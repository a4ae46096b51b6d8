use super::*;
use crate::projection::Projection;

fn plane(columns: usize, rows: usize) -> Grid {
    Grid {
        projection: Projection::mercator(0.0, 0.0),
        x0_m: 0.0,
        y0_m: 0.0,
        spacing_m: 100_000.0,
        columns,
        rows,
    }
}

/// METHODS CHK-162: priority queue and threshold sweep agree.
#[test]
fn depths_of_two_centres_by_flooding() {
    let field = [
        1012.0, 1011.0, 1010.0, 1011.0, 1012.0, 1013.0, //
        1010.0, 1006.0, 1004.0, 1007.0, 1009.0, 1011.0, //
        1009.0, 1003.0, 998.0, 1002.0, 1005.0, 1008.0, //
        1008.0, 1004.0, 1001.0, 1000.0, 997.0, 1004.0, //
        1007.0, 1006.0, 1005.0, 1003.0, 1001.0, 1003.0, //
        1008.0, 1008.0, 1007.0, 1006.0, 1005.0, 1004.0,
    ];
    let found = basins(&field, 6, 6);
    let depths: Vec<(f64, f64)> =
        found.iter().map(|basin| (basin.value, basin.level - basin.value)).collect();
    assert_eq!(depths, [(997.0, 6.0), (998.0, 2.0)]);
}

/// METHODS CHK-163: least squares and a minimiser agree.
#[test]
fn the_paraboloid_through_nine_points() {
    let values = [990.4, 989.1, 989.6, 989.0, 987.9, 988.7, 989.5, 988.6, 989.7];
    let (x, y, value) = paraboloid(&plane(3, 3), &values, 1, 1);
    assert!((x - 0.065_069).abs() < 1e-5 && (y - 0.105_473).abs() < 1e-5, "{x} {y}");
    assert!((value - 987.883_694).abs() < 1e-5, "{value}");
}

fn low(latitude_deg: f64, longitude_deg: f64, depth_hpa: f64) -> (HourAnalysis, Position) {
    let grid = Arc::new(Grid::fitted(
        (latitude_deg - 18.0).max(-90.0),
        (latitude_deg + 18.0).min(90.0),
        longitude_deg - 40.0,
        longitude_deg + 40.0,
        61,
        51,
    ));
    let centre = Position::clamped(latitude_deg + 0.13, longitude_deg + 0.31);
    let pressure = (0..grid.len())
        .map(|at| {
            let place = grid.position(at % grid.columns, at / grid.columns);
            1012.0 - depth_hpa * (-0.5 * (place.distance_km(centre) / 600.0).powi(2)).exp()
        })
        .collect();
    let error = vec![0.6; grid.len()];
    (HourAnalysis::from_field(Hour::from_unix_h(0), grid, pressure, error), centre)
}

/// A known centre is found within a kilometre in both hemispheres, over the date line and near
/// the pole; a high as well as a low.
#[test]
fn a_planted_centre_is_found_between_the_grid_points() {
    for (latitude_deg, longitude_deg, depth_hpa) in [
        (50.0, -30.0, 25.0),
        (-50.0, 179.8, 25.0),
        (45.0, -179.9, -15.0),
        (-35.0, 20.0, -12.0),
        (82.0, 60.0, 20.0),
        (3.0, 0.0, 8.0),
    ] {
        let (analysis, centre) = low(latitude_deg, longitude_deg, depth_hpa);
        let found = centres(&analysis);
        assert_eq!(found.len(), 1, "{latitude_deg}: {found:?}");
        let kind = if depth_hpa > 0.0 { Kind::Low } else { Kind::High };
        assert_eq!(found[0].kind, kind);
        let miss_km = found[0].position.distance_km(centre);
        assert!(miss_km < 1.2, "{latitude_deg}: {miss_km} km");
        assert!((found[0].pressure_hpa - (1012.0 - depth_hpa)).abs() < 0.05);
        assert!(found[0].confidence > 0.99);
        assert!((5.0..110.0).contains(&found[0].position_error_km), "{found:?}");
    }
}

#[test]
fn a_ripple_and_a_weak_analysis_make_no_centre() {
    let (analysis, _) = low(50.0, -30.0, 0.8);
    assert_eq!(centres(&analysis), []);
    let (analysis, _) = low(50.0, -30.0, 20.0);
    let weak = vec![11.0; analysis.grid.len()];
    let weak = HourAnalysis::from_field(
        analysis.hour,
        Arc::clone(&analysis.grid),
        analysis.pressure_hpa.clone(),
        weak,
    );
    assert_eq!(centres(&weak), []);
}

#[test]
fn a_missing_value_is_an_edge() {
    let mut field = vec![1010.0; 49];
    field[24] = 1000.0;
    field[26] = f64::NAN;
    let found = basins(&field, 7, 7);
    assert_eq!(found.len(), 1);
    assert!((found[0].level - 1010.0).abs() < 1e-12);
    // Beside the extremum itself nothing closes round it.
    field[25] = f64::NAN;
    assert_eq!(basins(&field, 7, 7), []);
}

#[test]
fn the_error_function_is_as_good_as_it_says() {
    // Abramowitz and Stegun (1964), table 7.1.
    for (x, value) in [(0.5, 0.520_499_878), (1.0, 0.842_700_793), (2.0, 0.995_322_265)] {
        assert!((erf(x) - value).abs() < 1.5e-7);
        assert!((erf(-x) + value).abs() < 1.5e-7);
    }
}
——
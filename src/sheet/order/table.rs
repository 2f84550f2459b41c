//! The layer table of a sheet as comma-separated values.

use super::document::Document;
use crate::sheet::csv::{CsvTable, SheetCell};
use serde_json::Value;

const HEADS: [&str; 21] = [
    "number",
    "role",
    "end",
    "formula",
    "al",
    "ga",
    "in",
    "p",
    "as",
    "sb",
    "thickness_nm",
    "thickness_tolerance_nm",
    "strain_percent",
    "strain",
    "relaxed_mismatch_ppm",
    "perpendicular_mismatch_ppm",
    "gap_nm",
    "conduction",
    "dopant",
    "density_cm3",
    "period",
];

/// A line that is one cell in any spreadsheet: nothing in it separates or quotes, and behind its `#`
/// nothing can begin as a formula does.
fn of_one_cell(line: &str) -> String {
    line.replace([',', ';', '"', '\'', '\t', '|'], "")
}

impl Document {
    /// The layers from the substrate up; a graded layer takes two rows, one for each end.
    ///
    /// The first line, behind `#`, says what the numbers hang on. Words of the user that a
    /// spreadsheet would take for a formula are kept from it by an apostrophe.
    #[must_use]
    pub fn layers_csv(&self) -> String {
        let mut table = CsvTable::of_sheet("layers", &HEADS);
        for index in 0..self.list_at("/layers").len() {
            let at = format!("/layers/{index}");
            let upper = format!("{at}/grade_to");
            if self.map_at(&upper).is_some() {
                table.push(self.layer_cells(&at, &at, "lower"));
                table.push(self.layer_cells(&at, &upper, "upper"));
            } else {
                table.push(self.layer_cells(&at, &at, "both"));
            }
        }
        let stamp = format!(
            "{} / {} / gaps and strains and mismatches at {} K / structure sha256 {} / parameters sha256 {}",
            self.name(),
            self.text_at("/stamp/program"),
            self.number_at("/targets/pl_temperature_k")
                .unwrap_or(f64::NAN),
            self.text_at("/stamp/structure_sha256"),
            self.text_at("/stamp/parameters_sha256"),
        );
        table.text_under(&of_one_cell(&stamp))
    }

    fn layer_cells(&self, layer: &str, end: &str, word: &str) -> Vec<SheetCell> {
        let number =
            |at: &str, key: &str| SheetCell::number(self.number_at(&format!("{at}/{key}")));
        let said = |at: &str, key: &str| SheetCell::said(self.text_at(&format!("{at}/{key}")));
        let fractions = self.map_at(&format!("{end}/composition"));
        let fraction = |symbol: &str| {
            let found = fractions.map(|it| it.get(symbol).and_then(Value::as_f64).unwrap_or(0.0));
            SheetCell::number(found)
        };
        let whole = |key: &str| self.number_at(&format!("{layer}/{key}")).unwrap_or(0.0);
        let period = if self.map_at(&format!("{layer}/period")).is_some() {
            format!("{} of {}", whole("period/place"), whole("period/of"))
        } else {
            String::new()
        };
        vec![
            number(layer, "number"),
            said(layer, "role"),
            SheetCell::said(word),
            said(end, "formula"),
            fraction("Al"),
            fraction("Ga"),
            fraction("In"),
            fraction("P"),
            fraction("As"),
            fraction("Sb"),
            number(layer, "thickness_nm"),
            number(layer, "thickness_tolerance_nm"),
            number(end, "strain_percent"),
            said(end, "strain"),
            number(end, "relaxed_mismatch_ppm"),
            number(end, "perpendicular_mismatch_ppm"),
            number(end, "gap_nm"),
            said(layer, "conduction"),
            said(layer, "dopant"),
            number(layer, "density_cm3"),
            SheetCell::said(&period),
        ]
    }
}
——
Exercise: State how many lines of the data above contain the word "repository", and include nothing other than that number.

Answer below: 2